- Born: 8 November 1823 St Pancras, London
- Died: 5 January 1892 (aged 68) Brixton, London
- Education: King's College School
- Occupation: Chemist
- Spouse: Ellen Labatt (d. 1901)
- Father: Dr. Adolphus Bernays

= Albert James Bernays =

Albert James Bernays (8 November 1823 – 5 January 1892) was a British chemist. He was the son of Dr. Adolphus Bernays (d. 22 December 1864), modern languages Professor at King's College, London.

==Life==
Bernays was educated at King's College School, and studied chemistry with C. Remigius Fresenius, and afterwards, with Justus Liebig at Giessen, where he graduated PhD. His doctoral thesis was probably a paper on limonin, a bitter principle which he discovered in the pips of oranges and lemons (published in Buchner's Repertorium für die Pharmacie and abstracted in Liebig's Annalen, 1841, xl. 317). In 1845, he began his career as an analyst and lecturer on chemistry in Derby, and became known for his interest in questions concerning food and hygiene. In 1851, he served as a juror at the Great Exhibition. In 1852, he published the first edition of Household Chemistry, a popular work, of which the fourth edition, published in 1862, was called The Science of Home Life, and the seventh edition, published in 1869, The Student's Chemistry. In 1855 Bernays was appointed to the lectureship in chemistry at St Mary's Hospital, London; he resigned in 1860, and accepted a similar post at St. Thomas's Hospital, which he retained till his death. Bernays was also public analyst to St. Giles's, Camberwell, and St. Saviours, Southwark, was for many years chemist and analyst to the Kent Water Company, and sometime examiner to the Royal College of Physicians. He died from bronchitis at Acre House, Brixton, on 5 January 1892, and was by his own desire cremated at Woking.
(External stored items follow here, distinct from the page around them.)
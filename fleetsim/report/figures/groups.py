"""Figures by group: wasted work, participation bias, how often devices take part, device cost."""

from __future__ import annotations

from collections.abc import Sequence

import numpy as np
from matplotlib.patches import Patch

from ..style import COLOURS, INK, MUTED, figure, svg_of
from .common import bars_h, edge, pct_label

__all__ = ["waste_by_cause", "waste_by_type", "BIAS_SERIES", "bias", "participation", "never_reported", "cost"]


# ------------------------------------------------------------------------------ waste


def waste_by_cause(causes: Sequence[str], columns: Sequence[tuple[str, np.ndarray]], prefix: str) -> str:
    """Wasted work by cause: one panel per resource (title, values)."""
    with figure(0.3 * len(causes) + 1.3) as fig:
        axes = np.atleast_1d(fig.subplots(1, len(columns), sharey=True))
        for i, (ax, (title, values)) in enumerate(zip(axes, columns, strict=True)):
            y = bars_h(ax, causes)
            ax.barh(y, values, height=0.65, color=COLOURS["wasted"], linewidth=0)
            ax.set_title(title)
            total = float(np.nansum(values))
            for yi, v in zip(y, values, strict=True):
                if total > 0 and v > 0:
                    ax.text(v, yi, f" {pct_label(v / total)}", va="center", ha="left", fontsize=7.5, color=MUTED)
            ax.set_xlim(0, max(float(np.nanmax(values)) if len(values) else 0.0, 1e-9) * 1.3)
            if i:
                ax.tick_params(axis="y", length=0)
        return svg_of(fig, prefix)


def waste_by_type(types: Sequence[str], columns: Sequence[tuple[str, np.ndarray, np.ndarray]], prefix: str) -> str:
    """Used and wasted work by device type: one panel per resource (title, used, wasted)."""
    with figure(0.42 * len(types) + 1.5) as fig:
        axes = np.atleast_1d(fig.subplots(1, len(columns), sharey=True))
        for i, (ax, (title, used, wasted)) in enumerate(zip(axes, columns, strict=True)):
            y = bars_h(ax, types)
            ax.barh(y, used, height=0.62, color=COLOURS["committed"], linewidth=0)
            ax.barh(y, wasted, left=used, height=0.62, color=COLOURS["wasted"], linewidth=0)
            total = used + wasted
            for yi, w, t in zip(y, wasted, total, strict=True):
                if t > 0:
                    ax.text(t, yi, f" {pct_label(w / t)}", va="center", ha="left", fontsize=7.5, color=MUTED)
            ax.set_xlim(0, max(float(np.max(total)) if len(total) else 0.0, 1e-9) * 1.3)
            ax.set_title(title)
            if i:
                ax.tick_params(axis="y", length=0)
        fig.legend(handles=[Patch(color=COLOURS["committed"], label="used by committed rounds"),
                            Patch(color=COLOURS["wasted"], label="wasted (label: wasted share)")],
                   loc="outside upper left", ncols=2)
        return svg_of(fig, prefix)


# ------------------------------------------------------------------------------ bias

BIAS_SERIES = (
    ("fleet_share", "fleet", "fleet share"),
    ("eligible_share", "eligible", "eligible share"),
    ("accepted_share", "accepted", "accepted share"),
    ("report_share", "committed", "report share"),
    ("weight_share", "weight", "weight share"),
)


def _ratio_panel(ax, y: np.ndarray, ratio: np.ndarray, low: np.ndarray, high: np.ndarray, key: str,
                 title: str) -> None:
    """A ratio per group (a dot labelled with its value) with its 95% interval and the line at 1."""
    ax.axvline(1.0, color=COLOURS["fleet"], linewidth=1.2)
    finite = np.isfinite(ratio)
    err = np.vstack([ratio - low, high - ratio])
    edges = {"markeredgecolor": edge(key)} if key == "weight" else {}  # the pale yellow dot needs its edge
    ax.errorbar(ratio[finite], y[finite], xerr=err[:, finite], fmt="o", color=COLOURS[key],
                ecolor=INK, elinewidth=1.1, capsize=3, markersize=5, **edges)
    for yi, r in zip(y, ratio, strict=True):
        if np.isfinite(r):
            ax.text(r, yi - 0.3, f"{r:.2f}", ha="center", va="bottom", fontsize=7.5, color=INK)
    ax.set_title(title)
    top = np.nanmax(high[np.isfinite(high)]) if np.isfinite(high).any() else 1.0
    ax.set_xlim(0, max(1.5, float(top) * 1.12))
    ax.tick_params(axis="y", length=0)


def bias(
    title: str,
    names: Sequence[str],
    shares: dict[str, np.ndarray],
    ratio: np.ndarray,
    low: np.ndarray,
    high: np.ndarray,
    prefix: str,
    weight: tuple[np.ndarray, np.ndarray, np.ndarray] | None = None,
) -> str:
    """Five shares per group side by side, and the representation ratio (report share / fleet
    share) with its 95% interval; with ``weight`` (ratio, low, high) a third panel of the weight
    ratio (weight share / example share) and its interval."""
    n = len(names)
    with figure(0.62 * n + 1.5) as fig:
        panels = fig.subplots(1, 3 if weight is not None else 2, sharey=True,
                              width_ratios=[2.2, 1, 1] if weight is not None else [2.2, 1])
        left, right = panels[0], panels[1]
        y = bars_h(left, names)
        height = 0.8 / len(BIAS_SERIES)
        for j, (column, key, label) in enumerate(BIAS_SERIES):
            offset = (j - (len(BIAS_SERIES) - 1) / 2) * height
            left.barh(y + offset, np.nan_to_num(shares[column]), height=height * 0.92, color=COLOURS[key],
                      edgecolor=edge(key), linewidth=0.5, label=label)
        left.set_title(f"Shares by {title}")
        left.xaxis.set_major_formatter(lambda v, _: f"{v:.0%}")
        left.set_xlim(0, None)
        split = "\n" if weight is not None else " "  # three panels: the titles take two lines
        _ratio_panel(right, y, ratio, low, high, "committed", f"Report share /{split}fleet share")
        if weight is not None:
            _ratio_panel(panels[2], y, *weight, "weight", "Weight share /\nexample share")
        fig.legend(loc="outside upper left", ncols=5, handles=[
            Patch(facecolor=COLOURS[k], edgecolor=edge(k), label=lab) for _, k, lab in BIAS_SERIES])
        return svg_of(fig, prefix)


# ------------------------------------------------------------------------------ participation


def participation(
    counts: np.ndarray,
    devices: np.ndarray,
    lorenz_devices: np.ndarray,
    lorenz_reports: np.ndarray,
    gini: float | None,
    prefix: str,
) -> str:
    """Devices by number of committed reports, and the Lorenz curve of reports over devices."""
    with figure(3.1) as fig:
        hist, curve = fig.subplots(1, 2, width_ratios=[1.5, 1])
        colours = [COLOURS["fleet"] if c == 0 else COLOURS["committed"] for c in counts]
        hist.bar(counts, devices, width=0.8, color=colours, linewidth=0)
        hist.set_xlabel("committed reports per device")
        hist.set_ylabel("devices")
        hist.set_title("Devices by number of reports")
        if len(counts) <= 25:
            hist.set_xticks(counts)
        fig.legend(handles=[Patch(color=COLOURS["fleet"], label="devices that never reported"),
                            Patch(color=COLOURS["committed"], label="devices that reported")],
                   loc="outside upper left", ncols=2)
        curve.plot([0, 1], [0, 1], color=COLOURS["fleet"], linewidth=1.0, linestyle="--", label="equal shares")
        curve.plot(lorenz_devices, lorenz_reports, color=COLOURS["committed"], linewidth=1.8, label="Lorenz curve")
        curve.fill_between(lorenz_devices, lorenz_reports, lorenz_devices, color=COLOURS["committed"], alpha=0.12,
                           linewidth=0)
        curve.set_xlim(0, 1)
        curve.set_ylim(0, 1)
        curve.set_aspect("equal")
        curve.xaxis.set_major_formatter(lambda v, _: f"{v:.0%}")
        curve.yaxis.set_major_formatter(lambda v, _: f"{v:.0%}")
        curve.set_xlabel("devices, fewest reports first")
        curve.set_ylabel("share of reports")
        curve.set_title("Gini " + ("n/a" if gini is None else f"{gini:.2f}"))
        curve.legend(loc="upper left")
        return svg_of(fig, prefix)


def never_reported(groupings: Sequence[tuple[str, Sequence[str], np.ndarray]], prefix: str) -> str:
    """Per grouping, each group's devices split into reported at least once and never."""
    rows = max(len(names) for _, names, _ in groupings)
    with figure(0.32 * rows + 1.3) as fig:
        axes = np.atleast_1d(fig.subplots(1, len(groupings)))
        for ax, (title, names, never) in zip(axes, groupings, strict=True):
            y = bars_h(ax, names)
            never = np.nan_to_num(never)
            ax.barh(y, 1 - never, height=0.62, color=COLOURS["committed"], linewidth=0)
            ax.barh(y, never, left=1 - never, height=0.62, color=COLOURS["fleet"], linewidth=0)
            for yi, v in zip(y, never, strict=True):
                ax.text(1.0, yi, f" {pct_label(v)}", va="center", ha="left", fontsize=7.5, color=INK)
            ax.set_xlim(0, 1.22)
            ax.set_xticks([0, 0.5, 1], ["0", "50%", "100%"])
            ax.set_title(title)
            ax.grid(axis="x", visible=False)
        fig.legend(handles=[Patch(color=COLOURS["committed"], label="reported at least once"),
                            Patch(color=COLOURS["fleet"], label="never reported (label)")],
                   loc="outside upper left", ncols=2)
        return svg_of(fig, prefix)


# ------------------------------------------------------------------------------ cost


def cost(types: Sequence[str], panels: Sequence[tuple[str, np.ndarray, np.ndarray]], prefix: str) -> str:
    """Per device type, the median (bar) and p90 (line to a tick) of a per-participation cost."""
    with figure(0.42 * len(types) + 1.4) as fig:
        axes = np.atleast_1d(fig.subplots(1, len(panels), sharey=True))
        for i, (ax, (title, p50, p90)) in enumerate(zip(axes, panels, strict=True)):
            y = bars_h(ax, types)
            ax.barh(y, p50, height=0.55, color=COLOURS["accepted"], linewidth=0, label="median")
            ax.hlines(y, p50, p90, color=COLOURS["accepted"], linewidth=1.4)
            ax.plot(p90, y, marker="|", markersize=13, markeredgewidth=2, linestyle="none",
                    color=COLOURS["accepted"], label="p90")
            for yi, a, b in zip(y, p50, p90, strict=True):
                ax.annotate(f"{a:.3g} / {b:.3g}", (b, yi), xytext=(7, 0), textcoords="offset points", va="center",
                            ha="left", fontsize=7.5, color=INK)
            top = np.nanmax(p90) if np.isfinite(p90).any() else 1.0
            ax.set_xlim(0, max(float(top), 1e-9) * 1.45)
            ax.set_title(title)
            if i:
                ax.tick_params(axis="y", length=0)
        axes[0].legend(loc="lower right")
        return svg_of(fig, prefix)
Bernays was a genial man and a capable and popular teacher; he took a great interest in social matters generally, and gave over a thousand free public lectures during his lifetime. Besides the works mentioned above he published a small manual on food in 1876, an essay on The Moderate Use of Alcohol True Temperance, published in the Contemporary Review and reprinted with essays by others in The Alcohol Question, various editions of Notes for Students in Chemistry, and miscellaneous lectures on agricultural chemistry and other subjects. He also carried out investigations on the atmosphere of Cornish mines and on dangerous trades, and made inventions in water filtration. He was a fellow of the Chemical Society and of the Institute of Chemistry.

==Family==
He married Ellen Labatt, daughter of Benjamin Evans; she died on 6 February 1901 (Times, 8 February 1901). One of his brothers was Lewis Adolphus Bernays, notable public servant in Queensland, Australia.